===== Records for the task

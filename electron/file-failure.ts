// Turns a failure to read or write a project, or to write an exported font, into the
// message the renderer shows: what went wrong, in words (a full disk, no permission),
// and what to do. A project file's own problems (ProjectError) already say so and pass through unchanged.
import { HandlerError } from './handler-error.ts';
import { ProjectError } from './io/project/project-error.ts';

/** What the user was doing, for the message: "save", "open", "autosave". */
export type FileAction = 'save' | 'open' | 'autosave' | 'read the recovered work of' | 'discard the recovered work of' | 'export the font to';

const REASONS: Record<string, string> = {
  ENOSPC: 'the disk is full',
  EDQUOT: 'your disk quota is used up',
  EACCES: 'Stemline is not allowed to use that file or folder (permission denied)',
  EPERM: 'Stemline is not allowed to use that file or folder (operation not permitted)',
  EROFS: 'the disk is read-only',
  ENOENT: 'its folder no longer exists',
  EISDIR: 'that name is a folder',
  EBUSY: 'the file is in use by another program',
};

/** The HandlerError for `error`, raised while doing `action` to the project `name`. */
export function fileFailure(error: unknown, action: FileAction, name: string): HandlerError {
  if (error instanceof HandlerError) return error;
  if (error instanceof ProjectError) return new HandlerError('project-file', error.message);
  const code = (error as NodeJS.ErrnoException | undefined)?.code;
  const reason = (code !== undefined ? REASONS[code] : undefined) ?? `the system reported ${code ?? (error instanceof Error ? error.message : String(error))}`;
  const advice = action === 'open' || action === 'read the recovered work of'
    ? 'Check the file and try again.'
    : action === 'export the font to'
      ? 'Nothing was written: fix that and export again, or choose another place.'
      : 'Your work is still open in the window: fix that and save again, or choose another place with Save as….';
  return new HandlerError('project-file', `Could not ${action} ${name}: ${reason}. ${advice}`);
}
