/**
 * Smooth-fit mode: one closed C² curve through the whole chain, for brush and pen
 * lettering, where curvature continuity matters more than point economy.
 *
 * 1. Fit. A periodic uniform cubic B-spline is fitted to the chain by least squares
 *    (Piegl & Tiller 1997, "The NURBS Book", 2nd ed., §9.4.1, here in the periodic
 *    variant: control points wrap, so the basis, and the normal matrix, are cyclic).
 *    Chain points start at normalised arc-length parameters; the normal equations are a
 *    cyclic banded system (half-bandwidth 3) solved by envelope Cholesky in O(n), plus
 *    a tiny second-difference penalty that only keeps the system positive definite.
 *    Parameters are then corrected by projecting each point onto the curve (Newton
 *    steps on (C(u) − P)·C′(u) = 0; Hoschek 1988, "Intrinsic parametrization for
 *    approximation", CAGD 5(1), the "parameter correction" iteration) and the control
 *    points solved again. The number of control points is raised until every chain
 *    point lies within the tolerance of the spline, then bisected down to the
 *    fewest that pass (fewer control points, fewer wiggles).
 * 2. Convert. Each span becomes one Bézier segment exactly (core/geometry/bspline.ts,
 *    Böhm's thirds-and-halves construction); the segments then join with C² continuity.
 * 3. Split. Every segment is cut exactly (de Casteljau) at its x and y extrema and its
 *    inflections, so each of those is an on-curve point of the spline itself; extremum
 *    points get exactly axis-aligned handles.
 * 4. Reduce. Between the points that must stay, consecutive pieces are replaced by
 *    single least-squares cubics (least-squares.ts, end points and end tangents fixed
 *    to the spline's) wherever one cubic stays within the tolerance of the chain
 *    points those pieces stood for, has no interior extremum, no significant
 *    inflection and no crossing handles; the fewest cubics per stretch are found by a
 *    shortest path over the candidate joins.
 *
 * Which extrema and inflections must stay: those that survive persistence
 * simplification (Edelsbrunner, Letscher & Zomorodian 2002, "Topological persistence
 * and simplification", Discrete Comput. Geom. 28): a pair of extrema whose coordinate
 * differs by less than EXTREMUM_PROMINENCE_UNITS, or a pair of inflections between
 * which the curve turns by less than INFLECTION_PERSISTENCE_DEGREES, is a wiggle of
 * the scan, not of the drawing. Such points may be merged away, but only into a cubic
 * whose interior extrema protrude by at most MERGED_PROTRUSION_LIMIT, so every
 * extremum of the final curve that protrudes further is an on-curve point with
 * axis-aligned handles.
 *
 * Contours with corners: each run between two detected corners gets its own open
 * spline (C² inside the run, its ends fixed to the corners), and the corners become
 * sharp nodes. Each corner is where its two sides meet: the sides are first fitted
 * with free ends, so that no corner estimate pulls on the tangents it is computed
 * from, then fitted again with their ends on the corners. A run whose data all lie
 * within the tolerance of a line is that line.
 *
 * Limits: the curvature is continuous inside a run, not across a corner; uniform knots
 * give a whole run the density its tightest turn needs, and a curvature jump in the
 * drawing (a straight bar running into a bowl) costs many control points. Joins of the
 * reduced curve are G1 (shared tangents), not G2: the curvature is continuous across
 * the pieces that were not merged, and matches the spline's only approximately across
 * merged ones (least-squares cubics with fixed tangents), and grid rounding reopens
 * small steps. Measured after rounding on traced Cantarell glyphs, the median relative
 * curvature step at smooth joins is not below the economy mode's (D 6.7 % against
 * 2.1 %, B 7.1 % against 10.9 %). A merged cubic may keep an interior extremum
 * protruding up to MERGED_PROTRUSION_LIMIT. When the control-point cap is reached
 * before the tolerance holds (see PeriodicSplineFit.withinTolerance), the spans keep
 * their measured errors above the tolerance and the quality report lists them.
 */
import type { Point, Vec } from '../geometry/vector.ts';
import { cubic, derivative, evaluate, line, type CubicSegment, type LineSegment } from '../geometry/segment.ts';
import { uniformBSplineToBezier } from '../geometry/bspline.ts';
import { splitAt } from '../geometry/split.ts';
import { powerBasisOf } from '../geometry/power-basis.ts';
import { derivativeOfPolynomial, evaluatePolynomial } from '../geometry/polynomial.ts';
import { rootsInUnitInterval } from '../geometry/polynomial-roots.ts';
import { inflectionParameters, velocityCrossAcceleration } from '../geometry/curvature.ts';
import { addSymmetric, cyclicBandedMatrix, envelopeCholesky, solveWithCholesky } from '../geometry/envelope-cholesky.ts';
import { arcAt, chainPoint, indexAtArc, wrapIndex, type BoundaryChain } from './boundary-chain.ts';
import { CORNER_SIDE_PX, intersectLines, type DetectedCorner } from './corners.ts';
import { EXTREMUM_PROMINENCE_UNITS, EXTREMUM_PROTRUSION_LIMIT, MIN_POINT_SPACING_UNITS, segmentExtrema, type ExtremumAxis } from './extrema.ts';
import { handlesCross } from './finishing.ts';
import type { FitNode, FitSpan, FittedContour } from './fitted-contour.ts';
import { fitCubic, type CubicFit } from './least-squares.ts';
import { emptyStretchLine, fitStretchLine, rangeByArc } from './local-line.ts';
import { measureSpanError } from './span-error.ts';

==========

Exercise aim:
Looking back over the data above, restate word for word the lines that begin at the line with "the candidate joins." and end at the line with "a wiggle of", inclusive.

Your solution:
 *    shortest path over the candidate joins.
 *
 * Which extrema and inflections must stay: those that survive persistence
 * simplification (Edelsbrunner, Letscher & Zomorodian 2002, "Topological persistence
 * and simplification", Discrete Comput. Geom. 28): a pair of extrema whose coordinate
 * differs by less than EXTREMUM_PROMINENCE_UNITS, or a pair of inflections between
 * which the curve turns by less than INFLECTION_PERSISTENCE_DEGREES, is a wiggle of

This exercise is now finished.